# Problem to solve
Scan the data below and copy each line where "Sampler" occurs.

Saved data entries:
- Opening Delimiter -

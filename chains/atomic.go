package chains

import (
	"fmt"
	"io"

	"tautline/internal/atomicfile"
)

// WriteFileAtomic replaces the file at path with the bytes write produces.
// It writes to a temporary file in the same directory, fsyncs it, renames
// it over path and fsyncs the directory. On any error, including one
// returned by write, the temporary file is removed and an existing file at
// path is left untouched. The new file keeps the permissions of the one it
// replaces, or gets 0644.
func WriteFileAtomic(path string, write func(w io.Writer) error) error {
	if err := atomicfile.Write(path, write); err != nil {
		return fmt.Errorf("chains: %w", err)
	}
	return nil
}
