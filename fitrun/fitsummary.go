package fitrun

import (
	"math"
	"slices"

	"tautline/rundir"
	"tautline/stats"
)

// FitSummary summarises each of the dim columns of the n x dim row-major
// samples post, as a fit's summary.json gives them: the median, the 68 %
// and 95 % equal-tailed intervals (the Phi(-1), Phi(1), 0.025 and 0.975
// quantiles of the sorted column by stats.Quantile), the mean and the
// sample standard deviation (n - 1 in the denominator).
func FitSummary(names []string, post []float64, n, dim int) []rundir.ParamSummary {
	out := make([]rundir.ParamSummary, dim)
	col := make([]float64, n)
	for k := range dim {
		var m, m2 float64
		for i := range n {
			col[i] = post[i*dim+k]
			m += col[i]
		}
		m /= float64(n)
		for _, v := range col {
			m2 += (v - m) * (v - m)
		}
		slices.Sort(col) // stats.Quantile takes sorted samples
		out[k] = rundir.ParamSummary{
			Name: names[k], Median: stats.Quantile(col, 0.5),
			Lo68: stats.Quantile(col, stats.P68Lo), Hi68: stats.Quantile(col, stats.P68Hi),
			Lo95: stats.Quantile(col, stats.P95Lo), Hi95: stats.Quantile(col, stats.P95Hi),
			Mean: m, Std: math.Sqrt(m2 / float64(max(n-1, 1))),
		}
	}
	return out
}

- Closing Delimiter -
- Opening Delimiter -

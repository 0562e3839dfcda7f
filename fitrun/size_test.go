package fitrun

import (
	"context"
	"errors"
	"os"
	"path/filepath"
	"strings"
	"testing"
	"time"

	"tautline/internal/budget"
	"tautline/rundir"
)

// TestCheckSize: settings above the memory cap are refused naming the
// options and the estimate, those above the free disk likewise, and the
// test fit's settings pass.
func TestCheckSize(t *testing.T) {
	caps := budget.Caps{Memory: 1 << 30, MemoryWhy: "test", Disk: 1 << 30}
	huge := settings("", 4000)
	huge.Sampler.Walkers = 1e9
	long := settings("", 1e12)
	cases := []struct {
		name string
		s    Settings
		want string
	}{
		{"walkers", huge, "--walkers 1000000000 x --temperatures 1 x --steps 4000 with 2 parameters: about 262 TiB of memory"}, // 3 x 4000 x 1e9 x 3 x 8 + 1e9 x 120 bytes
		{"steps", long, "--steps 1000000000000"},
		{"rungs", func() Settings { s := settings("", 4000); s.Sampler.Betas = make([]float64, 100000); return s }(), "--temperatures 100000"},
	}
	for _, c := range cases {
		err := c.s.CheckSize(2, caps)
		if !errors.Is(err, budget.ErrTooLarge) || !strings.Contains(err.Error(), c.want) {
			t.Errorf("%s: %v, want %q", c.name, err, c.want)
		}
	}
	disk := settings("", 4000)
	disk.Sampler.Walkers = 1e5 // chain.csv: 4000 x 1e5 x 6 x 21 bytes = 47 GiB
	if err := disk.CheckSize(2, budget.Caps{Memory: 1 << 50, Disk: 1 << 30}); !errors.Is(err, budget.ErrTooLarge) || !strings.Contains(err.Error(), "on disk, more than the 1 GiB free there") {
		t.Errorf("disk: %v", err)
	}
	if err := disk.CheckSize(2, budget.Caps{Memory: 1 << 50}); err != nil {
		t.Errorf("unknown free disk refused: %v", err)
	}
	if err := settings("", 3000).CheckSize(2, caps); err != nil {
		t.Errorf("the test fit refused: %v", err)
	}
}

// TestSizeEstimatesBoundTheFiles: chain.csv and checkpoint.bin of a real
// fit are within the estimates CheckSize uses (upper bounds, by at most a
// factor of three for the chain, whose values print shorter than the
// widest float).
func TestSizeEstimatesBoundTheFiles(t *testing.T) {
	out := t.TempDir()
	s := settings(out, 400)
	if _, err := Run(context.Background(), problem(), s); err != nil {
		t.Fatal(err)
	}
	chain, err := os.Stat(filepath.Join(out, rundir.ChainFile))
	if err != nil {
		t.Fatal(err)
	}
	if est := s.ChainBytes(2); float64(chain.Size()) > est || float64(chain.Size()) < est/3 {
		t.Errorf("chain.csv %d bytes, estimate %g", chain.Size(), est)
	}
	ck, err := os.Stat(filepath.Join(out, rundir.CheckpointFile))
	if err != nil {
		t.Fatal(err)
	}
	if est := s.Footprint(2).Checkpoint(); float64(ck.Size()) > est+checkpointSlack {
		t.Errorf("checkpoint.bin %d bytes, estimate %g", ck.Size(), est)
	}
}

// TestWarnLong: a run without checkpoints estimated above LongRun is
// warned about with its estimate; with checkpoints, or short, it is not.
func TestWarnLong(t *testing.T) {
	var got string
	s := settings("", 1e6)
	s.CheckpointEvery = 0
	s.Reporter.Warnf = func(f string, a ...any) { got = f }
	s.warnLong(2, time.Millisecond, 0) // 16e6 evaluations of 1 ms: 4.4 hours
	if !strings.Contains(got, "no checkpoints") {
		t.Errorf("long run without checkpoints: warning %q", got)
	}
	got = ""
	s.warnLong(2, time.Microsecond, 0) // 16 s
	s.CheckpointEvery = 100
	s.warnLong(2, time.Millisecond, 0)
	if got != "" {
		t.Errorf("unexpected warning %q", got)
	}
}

- Closing Delimiter -

# Written solution
	huge.Sampler.Walkers = 1e9
		{"rungs", func() Settings { s := settings("", 4000); s.Sampler.Betas = make([]float64, 100000); return s }(), "--temperatures 100000"},
	disk.Sampler.Walkers = 1e5 // chain.csv: 4000 x 1e5 x 6 x 21 bytes = 47 GiB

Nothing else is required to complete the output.